- ACTION ITEM -
Look through the material below and copy exactly the lines from the line with "from monitor.framed_source import text_source" to the line with "return np.vstack(got) if", those two lines included.

====== INPUT DATA ======

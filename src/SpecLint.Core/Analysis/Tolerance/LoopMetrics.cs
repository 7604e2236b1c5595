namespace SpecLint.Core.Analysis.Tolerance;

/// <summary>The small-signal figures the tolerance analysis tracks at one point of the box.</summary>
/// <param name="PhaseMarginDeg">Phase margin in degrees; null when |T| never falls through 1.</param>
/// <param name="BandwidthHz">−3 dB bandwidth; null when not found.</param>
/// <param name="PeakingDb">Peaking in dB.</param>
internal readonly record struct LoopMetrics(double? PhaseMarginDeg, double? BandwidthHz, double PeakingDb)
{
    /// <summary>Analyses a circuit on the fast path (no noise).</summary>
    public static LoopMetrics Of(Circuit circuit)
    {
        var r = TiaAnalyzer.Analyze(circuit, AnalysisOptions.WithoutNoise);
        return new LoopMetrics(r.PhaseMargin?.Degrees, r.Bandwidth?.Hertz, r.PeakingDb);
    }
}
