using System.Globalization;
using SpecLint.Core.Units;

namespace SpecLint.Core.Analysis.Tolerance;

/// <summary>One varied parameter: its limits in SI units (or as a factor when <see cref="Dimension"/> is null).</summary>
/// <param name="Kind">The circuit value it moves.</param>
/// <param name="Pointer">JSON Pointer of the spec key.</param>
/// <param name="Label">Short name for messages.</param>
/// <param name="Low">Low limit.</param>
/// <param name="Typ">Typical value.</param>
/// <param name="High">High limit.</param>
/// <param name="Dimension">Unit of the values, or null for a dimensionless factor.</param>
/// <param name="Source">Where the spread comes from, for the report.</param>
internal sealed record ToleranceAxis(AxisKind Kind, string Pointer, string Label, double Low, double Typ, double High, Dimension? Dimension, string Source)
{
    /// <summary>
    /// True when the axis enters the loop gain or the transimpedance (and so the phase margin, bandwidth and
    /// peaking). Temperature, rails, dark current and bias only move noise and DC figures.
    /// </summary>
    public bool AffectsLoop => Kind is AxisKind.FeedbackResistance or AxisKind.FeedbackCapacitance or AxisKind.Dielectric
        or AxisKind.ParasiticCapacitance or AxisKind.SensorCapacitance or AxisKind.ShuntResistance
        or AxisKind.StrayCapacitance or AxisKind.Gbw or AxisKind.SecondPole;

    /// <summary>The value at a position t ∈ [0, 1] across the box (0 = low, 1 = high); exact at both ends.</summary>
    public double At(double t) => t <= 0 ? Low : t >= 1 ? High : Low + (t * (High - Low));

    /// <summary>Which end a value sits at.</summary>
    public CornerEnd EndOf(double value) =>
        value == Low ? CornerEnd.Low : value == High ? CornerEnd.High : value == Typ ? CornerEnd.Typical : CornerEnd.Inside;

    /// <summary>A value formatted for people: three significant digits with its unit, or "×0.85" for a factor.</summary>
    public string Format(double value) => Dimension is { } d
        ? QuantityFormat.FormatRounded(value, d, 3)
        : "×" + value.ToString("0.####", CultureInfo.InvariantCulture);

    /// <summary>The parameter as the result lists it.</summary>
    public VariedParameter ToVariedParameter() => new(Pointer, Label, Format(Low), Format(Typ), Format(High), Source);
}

======
====== INPUT DATA ======

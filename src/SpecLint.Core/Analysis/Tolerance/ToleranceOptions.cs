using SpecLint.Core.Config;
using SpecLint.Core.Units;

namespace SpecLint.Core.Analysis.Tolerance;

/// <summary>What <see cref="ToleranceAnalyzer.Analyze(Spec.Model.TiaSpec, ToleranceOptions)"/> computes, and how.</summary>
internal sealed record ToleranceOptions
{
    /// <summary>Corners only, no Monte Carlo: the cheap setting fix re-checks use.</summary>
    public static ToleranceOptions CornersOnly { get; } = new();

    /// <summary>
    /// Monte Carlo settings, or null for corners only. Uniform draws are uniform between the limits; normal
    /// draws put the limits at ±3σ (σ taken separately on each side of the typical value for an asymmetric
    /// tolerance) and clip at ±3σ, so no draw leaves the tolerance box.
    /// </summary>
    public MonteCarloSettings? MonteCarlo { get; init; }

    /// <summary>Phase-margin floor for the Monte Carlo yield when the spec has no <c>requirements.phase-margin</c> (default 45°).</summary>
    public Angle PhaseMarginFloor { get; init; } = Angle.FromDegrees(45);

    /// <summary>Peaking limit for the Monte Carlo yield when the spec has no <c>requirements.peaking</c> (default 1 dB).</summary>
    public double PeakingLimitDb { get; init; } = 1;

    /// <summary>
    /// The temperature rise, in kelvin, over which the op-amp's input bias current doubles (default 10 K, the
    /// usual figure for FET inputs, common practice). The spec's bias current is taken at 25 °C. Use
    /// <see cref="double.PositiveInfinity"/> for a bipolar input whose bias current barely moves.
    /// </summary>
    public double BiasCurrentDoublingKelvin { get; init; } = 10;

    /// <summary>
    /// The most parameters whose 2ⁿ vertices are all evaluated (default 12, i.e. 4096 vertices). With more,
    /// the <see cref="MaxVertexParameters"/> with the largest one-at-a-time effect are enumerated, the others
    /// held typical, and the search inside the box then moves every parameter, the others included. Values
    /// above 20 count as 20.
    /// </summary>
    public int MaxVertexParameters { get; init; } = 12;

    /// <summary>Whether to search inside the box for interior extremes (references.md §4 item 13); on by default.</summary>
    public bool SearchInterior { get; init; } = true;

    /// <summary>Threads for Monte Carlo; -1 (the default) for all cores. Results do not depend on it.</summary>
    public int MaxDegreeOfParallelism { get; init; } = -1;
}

======
====== INPUT DATA ======

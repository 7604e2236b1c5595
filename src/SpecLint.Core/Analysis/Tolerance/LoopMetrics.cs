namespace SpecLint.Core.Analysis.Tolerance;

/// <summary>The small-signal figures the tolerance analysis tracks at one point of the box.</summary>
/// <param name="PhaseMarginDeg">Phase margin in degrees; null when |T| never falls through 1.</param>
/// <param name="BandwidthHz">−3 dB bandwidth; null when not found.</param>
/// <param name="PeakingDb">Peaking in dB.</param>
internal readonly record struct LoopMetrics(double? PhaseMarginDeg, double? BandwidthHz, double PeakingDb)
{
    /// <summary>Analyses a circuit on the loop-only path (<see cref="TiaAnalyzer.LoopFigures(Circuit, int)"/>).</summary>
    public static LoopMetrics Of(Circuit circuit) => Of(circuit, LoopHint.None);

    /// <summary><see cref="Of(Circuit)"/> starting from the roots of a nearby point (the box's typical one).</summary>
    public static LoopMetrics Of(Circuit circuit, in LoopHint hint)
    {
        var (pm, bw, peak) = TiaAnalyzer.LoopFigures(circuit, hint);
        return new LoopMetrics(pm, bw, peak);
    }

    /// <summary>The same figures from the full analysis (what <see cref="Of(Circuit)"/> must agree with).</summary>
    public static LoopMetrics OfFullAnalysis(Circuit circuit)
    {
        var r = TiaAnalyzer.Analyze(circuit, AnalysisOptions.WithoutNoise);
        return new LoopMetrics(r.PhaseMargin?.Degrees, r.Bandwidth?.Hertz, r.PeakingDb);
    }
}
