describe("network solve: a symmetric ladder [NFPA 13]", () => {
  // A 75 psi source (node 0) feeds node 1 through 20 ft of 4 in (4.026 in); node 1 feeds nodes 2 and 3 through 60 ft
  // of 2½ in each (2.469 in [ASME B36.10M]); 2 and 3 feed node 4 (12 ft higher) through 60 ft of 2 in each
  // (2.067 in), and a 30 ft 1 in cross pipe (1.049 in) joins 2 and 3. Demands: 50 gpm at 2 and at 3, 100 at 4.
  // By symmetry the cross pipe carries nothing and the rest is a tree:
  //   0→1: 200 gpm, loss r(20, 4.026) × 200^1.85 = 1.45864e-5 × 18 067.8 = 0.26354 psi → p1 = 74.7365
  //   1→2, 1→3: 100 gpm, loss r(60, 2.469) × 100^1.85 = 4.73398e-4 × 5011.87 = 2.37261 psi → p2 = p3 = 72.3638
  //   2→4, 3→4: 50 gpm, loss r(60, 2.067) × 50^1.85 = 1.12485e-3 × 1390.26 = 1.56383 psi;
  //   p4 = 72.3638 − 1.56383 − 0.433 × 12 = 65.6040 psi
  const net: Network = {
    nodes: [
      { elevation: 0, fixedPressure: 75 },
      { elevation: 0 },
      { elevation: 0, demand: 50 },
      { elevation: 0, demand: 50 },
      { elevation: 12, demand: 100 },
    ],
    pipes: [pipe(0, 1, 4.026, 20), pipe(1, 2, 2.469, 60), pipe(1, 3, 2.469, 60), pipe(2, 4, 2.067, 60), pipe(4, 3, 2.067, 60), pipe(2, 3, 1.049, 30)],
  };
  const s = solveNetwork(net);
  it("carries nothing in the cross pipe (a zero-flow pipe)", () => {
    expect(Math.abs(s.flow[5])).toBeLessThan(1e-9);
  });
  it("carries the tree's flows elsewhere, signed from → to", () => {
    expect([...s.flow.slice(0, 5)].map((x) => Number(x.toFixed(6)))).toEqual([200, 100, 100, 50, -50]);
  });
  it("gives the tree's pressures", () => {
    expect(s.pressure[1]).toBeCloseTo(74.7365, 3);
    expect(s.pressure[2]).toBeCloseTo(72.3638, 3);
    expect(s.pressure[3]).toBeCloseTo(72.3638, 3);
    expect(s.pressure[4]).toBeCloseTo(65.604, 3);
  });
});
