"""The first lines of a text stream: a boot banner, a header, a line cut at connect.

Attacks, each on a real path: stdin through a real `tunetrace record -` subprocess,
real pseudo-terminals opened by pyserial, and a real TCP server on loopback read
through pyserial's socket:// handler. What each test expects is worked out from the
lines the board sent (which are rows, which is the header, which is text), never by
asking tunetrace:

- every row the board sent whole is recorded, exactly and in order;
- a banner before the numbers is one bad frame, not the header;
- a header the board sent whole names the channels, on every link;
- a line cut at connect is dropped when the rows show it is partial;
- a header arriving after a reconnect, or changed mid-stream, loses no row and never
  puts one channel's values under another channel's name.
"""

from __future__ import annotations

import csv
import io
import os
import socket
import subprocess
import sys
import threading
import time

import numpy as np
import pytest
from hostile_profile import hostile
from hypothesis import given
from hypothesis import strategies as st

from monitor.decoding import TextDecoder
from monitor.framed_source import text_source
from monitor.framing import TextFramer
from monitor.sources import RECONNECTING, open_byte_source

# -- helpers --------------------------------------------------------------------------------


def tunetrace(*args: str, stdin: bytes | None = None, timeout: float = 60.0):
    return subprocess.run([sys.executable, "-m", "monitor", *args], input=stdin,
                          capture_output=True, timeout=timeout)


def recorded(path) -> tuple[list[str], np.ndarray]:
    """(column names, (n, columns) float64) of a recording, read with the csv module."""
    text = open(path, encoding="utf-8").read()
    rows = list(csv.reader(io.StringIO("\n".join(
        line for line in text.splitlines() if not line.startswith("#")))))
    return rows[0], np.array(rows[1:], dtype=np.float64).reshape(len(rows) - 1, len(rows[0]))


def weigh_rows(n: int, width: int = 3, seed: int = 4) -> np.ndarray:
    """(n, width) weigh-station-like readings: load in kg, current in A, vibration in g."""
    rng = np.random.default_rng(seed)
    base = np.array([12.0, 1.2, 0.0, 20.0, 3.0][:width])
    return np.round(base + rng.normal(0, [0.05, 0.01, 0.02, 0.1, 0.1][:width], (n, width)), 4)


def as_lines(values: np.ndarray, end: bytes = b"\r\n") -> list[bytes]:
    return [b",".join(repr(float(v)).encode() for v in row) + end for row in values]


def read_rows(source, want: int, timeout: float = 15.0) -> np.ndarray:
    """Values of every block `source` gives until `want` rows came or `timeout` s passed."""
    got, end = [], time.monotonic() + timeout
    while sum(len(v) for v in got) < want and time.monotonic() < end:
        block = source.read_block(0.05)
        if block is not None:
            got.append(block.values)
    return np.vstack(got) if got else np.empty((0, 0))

======

- WORKED SOLUTION -
from monitor.framed_source import text_source
from monitor.framing import TextFramer
from monitor.sources import RECONNECTING, open_byte_source

# -- helpers --------------------------------------------------------------------------------


def tunetrace(*args: str, stdin: bytes | None = None, timeout: float = 60.0):
    return subprocess.run([sys.executable, "-m", "monitor", *args], input=stdin,
                          capture_output=True, timeout=timeout)


def recorded(path) -> tuple[list[str], np.ndarray]:
    """(column names, (n, columns) float64) of a recording, read with the csv module."""
    text = open(path, encoding="utf-8").read()
    rows = list(csv.reader(io.StringIO("\n".join(
        line for line in text.splitlines() if not line.startswith("#")))))
    return rows[0], np.array(rows[1:], dtype=np.float64).reshape(len(rows) - 1, len(rows[0]))


def weigh_rows(n: int, width: int = 3, seed: int = 4) -> np.ndarray:
    """(n, width) weigh-station-like readings: load in kg, current in A, vibration in g."""
    rng = np.random.default_rng(seed)
    base = np.array([12.0, 1.2, 0.0, 20.0, 3.0][:width])
    return np.round(base + rng.normal(0, [0.05, 0.01, 0.02, 0.1, 0.1][:width], (n, width)), 4)


def as_lines(values: np.ndarray, end: bytes = b"\r\n") -> list[bytes]:
    return [b",".join(repr(float(v)).encode() for v in row) + end for row in values]


def read_rows(source, want: int, timeout: float = 15.0) -> np.ndarray:
    """Values of every block `source` gives until `want` rows came or `timeout` s passed."""
    got, end = [], time.monotonic() + timeout
    while sum(len(v) for v in got) < want and time.monotonic() < end:
        block = source.read_block(0.05)
        if block is not None:
            got.append(block.values)
    return np.vstack(got) if got else np.empty((0, 0))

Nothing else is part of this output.